An idea that coincided with the president of Bankia, José Ignacio Goirigolzarri, who argued that in a year like the current one, in which “bank shares are falling in Europe by 25%, it does not seem the most appropriate time to the privatization of Wine Sweetness Chart. ” So far in 2018, Bankia has fallen by 31.86% to 2.63 euros per share, bringing its capitalization to 8,131 million. The listed entity has returned 2,864 million of the aid: 1,304 million when the State sold a 7.5% stake; 818 million more with a second and final placement of an additional 7%; and the rest with the payment of dividends.
Through this way, Bankia has reimbursed 128 million of its benefits in 2014; 195 million in 2015; 211 million in 2016 and 208 million in 2017. The “procés” bill is consolidated through the waning foreign investment that reaches Catalonia compared to the rest of Spain.
Red Wine Sweetness Chart
Although the data of the Secretary of State of Commerce only takes large investments in listed companies, it is a good picture of the feeling of investors in the face of instability. Due to the volatility of statistics, it is better to take several quarters, since for example in small regions such as La Rioja, investment rises by 3,586% or sinks by an operation.
Rose Wine Sweetness Chart
If you take the period between July and September, Catalonia received 845 million euros of foreign investment, 56% more than in the same period of 2017, just before the «procés» broke out as a result of the sovereignty consultation held on October 1st.

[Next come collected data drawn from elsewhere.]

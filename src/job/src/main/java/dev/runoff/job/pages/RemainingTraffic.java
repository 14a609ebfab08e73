package dev.runoff.job.pages;

import dev.runoff.engine.planning.ArmModel;
import dev.runoff.engine.planning.OptimalAllocation;
import dev.runoff.engine.planning.TargetAllocation;
import dev.runoff.records.avro.AllocationRule;
import dev.runoff.records.avro.ArmState;
import dev.runoff.records.avro.BetaParams;
import dev.runoff.records.avro.DecisionRecord;
import dev.runoff.records.avro.StoppingRule;
import java.util.List;

/**
 * The planner's prediction of the traffic an experiment still needs, from its latest decision record.
 *
 * <p>Design: the planner's characteristic time {@code T_w(mu)} (Garivier and Kaufmann 2016, Theorem 1)
 * evaluated at the current estimates (a plug-in: posterior means of the rates, or the observed means and
 * sample variances of values), with w the weights the allocation rule tends to: beta-optimal weights for the
 * top-two rules (Russo 2020), the optimal w* for the adaptive rule and equal weights for the uniform rule.
 * A likelihood-ratio statistic (GLR, its heuristic variant, the mixture test) grows like {@code t / T_w}
 * after t trials, and the rule stops when it reaches its threshold (Garivier and Kaufmann 2016, section 3), so
 * the predicted total is {@code T_w} times the current threshold; the leading term {@code log(1/delta)} stands
 * in for the threshold of the other rules, and when it is larger. The remaining traffic is that total less
 * the trials already counted, never below 0: a guide that moves with the estimates, not a promise.
 *
 * @param predictedTotal the predicted total trials, or -1 when there is no prediction
 * @param remaining      the predicted trials still to come, or -1
 * @param note           how the figure was made, or why there is none
 */
record RemainingTraffic(long predictedTotal, long remaining, String note) {

    /** The prediction from {@code record}; a record after STOP needs no more traffic. */
    static RemainingTraffic of(DecisionRecord record) {
        long trials = record.getArms().stream().mapToLong(ArmState::getTrials).sum();
        if (record.getWinner() != null) {
            return new RemainingTraffic(trials, 0, "the experiment has stopped");
        }
        try {
            ArmModel model = model(record.getArms());
            if (model.bestIsTied()) {
                return none("two arms share the best estimate; no prediction until they differ");
            }
            TargetAllocation target = target(record, model);
            double logOneOverDelta = target.predictedTrials(record.getDelta()) / target.characteristicTime();
            boolean byThreshold = likelihoodRatio(record) && record.getThreshold() > logOneOverDelta;
            double total = target.characteristicTime() * (byThreshold ? record.getThreshold() : logOneOverDelta);
            if (!Double.isFinite(total)) {
                return none("the estimates give no finite prediction");
            }
            long predicted = Math.round(total);
            return new RemainingTraffic(predicted, Math.max(0, predicted - trials), (byThreshold
                    ? String.format(java.util.Locale.ROOT, "T_w x the current threshold %.2f", record.getThreshold())
                    : "T_w x log(1/delta) at delta " + record.getDelta()) + ", T_w of "
                    + target.kind().name().toLowerCase(java.util.Locale.ROOT).replace('_', '-')
                    + " weights at the current estimates");
        } catch (IllegalArgumentException e) {
            return none("no prediction from these estimates: " + e.getMessage());
        }
    }

    private static boolean likelihoodRatio(DecisionRecord record) {
        StoppingRule rule = record.getStoppingRule();
        return record.getThreshold() != null && (rule == StoppingRule.GLR || rule == StoppingRule.GLR_HEURISTIC
                || rule == StoppingRule.MIXTURE);
    }

    private static RemainingTraffic none(String why) {
        return new RemainingTraffic(-1, -1, why);
    }

    private static ArmModel model(List<ArmState> arms) {
        double[] means = new double[arms.size()];
        if (arms.get(0).getPosterior() instanceof BetaParams) {
            for (int i = 0; i < means.length; i++) {
                BetaParams p = (BetaParams) arms.get(i).getPosterior();
                means[i] = p.getA() / (p.getA() + p.getB());
            }
            return ArmModel.bernoulli(means);
        }
        double[] variances = new double[means.length];
        for (int i = 0; i < means.length; i++) {
            ArmState arm = arms.get(i);
            if (arm.getTrials() < 2 || arm.getMean() == null || arm.getM2() == null) {
                throw new IllegalArgumentException("arm '" + arm.getArm() + "' has fewer than 2 values");
            }
            means[i] = arm.getMean();
            variances[i] = arm.getM2() / (arm.getTrials() - 1);
        }
        return ArmModel.gaussian(means, variances);
    }

    private static TargetAllocation target(DecisionRecord record, ArmModel model) {
        AllocationRule rule = record.getAllocationRule();
        if (rule == AllocationRule.UNIFORM) {
            return OptimalAllocation.uniform(model);
        }
        if (rule == AllocationRule.TOP_TWO_ADAPTIVE) {
            return OptimalAllocation.optimal(model);
        }
        return OptimalAllocation.betaOptimal(model, record.getAllocationBeta());
    }
}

Sparkling Wine Sweetness Chart
In this way, Madrid concentrates 85.5% of total foreign investment in Spain, followed by Catalonia, with 5.3% and the Basque Country, with 2.4%. A long distance are the Valencian Community with 1% and Andalusia, with 0.7%. This data is also a good example of the capital effect of the Madrid community. These data take into account the productive foreign investment, that is, discounting the one that is formulated by Entities of Tenure of Foreign Values (ETVE), instruments that serve to reduce the fiscal invoice of large companies but have no impact on activity and employment.
White Wine Sweetness Chart
Thus, in Aragon foreign investment grew by 60%, in Cantabria it does 181% and in Navarra multiplies by growing 561%. By taking small communities, where an operation can trigger or sink the statistics, the data becomes more volatile.
Wine Sweetness Chart
Along with these regions, in the Balearic Islands the investment fell by 75%, in the Valencian Community and the Basque Country it did 67%, in Galicia it fell 44%, in the Canary Islands, 42% and in Extremadura it was reduced by 49%. State Administration accumulates a mortgage of more than 1.2 billion euros.
Until September of this year, operations with foreign capital to the community were reduced They were 17% when adding 3,692 million euros, which contrasts with the behavior of the whole of Spain, where they shot up 88% to 69,794 million. If compared to Madrid, investment in the region increases to 59,660 million, that is, 182% more than a year ago. In the case of Catalonia, adding from January to September, it is the lowest figure since 2012. Investment in Catalonia has lost steam since the “Wine Sweetness Chart” broke out.